A seven-year test of libraries in .43.03 comes to the conclusion ... probably not worth it with rookies?
Four randomly-chosen dwarfs with no prior academic skills produced seven books in seven years. Skill advancement was abysmal (and that's putting it nicely) - massive round-the-clock pondering/discussing gave about one skill level per two years, and only for two of them: one gained a few levels in tracker and wrote a book about animal foraging, the other gained three levels of critical thinking but never wrote anything. Another dwarf made a breakthrough in archeology and wrote a book about that.
The other five books were random garbage - tourist's guide of the fort, private memoirs. I also turned eight soldiers into scholars, to see whether they'd make a military academy or whether their massive teacher/student skills had any benefit. No such luck, they produced one commentary on the archeology book in two years, that was it. 46 dwarf-years of research, eight written objects, of which three of academic interest. I guess you'll have to embark with proper scholars or attract them as guests, training on the job looks pointless.
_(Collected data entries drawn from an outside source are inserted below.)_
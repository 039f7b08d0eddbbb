'use server';

import { revalidatePath } from 'next/cache';
import { getDb } from '@/db/client';
import { createInvitation, revokeInvitation } from '@/lib/dal/invitations';
import { formAction } from '@/lib/forms/action';
import { inviteSchema, revokeInvitationSchema } from './schema';

export const inviteAction = formAction(inviteSchema, async (input, actor) => {
  const { mailStatus } = await createInvitation(getDb(), actor, input);
  revalidatePath('/admin/users');
  return mailStatus === 'sent'
    ? { ok: true, message: `Invitation sent to ${input.email}.` }
    : { ok: true, message: `Invitation created for ${input.email}, but the e-mail could not be sent yet; it will be retried.` };
});

export const revokeInvitationAction = formAction(revokeInvitationSchema, async (input, actor) => {
  await revokeInvitation(getDb(), actor, input.invitationId);
  revalidatePath('/admin/users');
  return { ok: true, message: 'Invitation revoked.' };
});
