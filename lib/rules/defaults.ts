import type { SchemeRules } from './schema';

/**
 * The rules a fresh installation starts with. The limits are an example of one regional scheme
 * (see the method page); every scheme sets its own through the Rules screen.
 */
export const defaultSchemeRules: SchemeRules = {
  name: 'Larch Valley raw milk scheme',
  currency: 'EUR',
  display: { scale: 'celsius', hortvetConversion: 'sucrose_line' },
  limits: { upper: -0.515, lower: -0.56 },
  precision: { r: 0.004, R: 0.006 },
  decisionRule: 'guarded_rejection',
  onDisagreement: 'third_laboratory',
  referenceFreezingPoint: -0.52,
  adjustThresholdPercent: 1,
  rejectionAddedWaterPercent: 3,
  calibration: { nominal: -0.512, readings: 5, tolerance: 0.004, required: 3, validHours: 24, allowUnfitWithWarning: false },
  sample: { validHours: 48, storageRange: { min: 0, max: 6 } },
  deadlines: { contestHours: 24, dispatchHours: 4, decisionWorkingDays: 5 },
  money: { milkPricePerLitre: 0.46, deduction: 'added_water_share', refereeFee: 180, feeBorneBy: 'losing_party' },
};
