import 'server-only';
import { and, desc, eq, inArray, or, sql } from 'drizzle-orm';
import type { DbOrTx } from '@/db/client';
import { custodyEvent, sample } from '@/db/schema';

/**
 * The sample the case is waiting on or testing now: the latest taken for the case (a further test),
 * else the delivery's retained sample.
 */
export async function currentSample(db: DbOrTx, caseRow: { id: string; deliveryId: string }) {
  // One statement for both: transitions call this with the case locked, and each statement there holds the lock longer.
  const [current] = await db
    .select()
    .from(sample)
    .where(or(eq(sample.caseId, caseRow.id), and(eq(sample.deliveryId, caseRow.deliveryId), inArray(sample.kind, ['retained', 'counter']))))
    .orderBy(desc(sql`coalesce(${sample.caseId} = ${caseRow.id}, false)`), desc(sample.createdAt))
    .limit(1);
  return current ?? null;
}

export async function custodyOf(db: DbOrTx, sampleId: string) {
  return db.select().from(custodyEvent).where(eq(custodyEvent.sampleId, sampleId)).orderBy(custodyEvent.at);
}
If the willingness to write anything at all depends on the writer skill, you'll really have to spend embark points on it - you definitely won't get notable skill (or an appreciable number of books) when "dabbling" basically means one book per ten years per dwarf
It didn't help that the dwarven civ has no real base - king and barons, liaison and caravan all exist, but dwarf isn't a playable adventurer type (even after retiring the fort) and the caravan never brought finished books.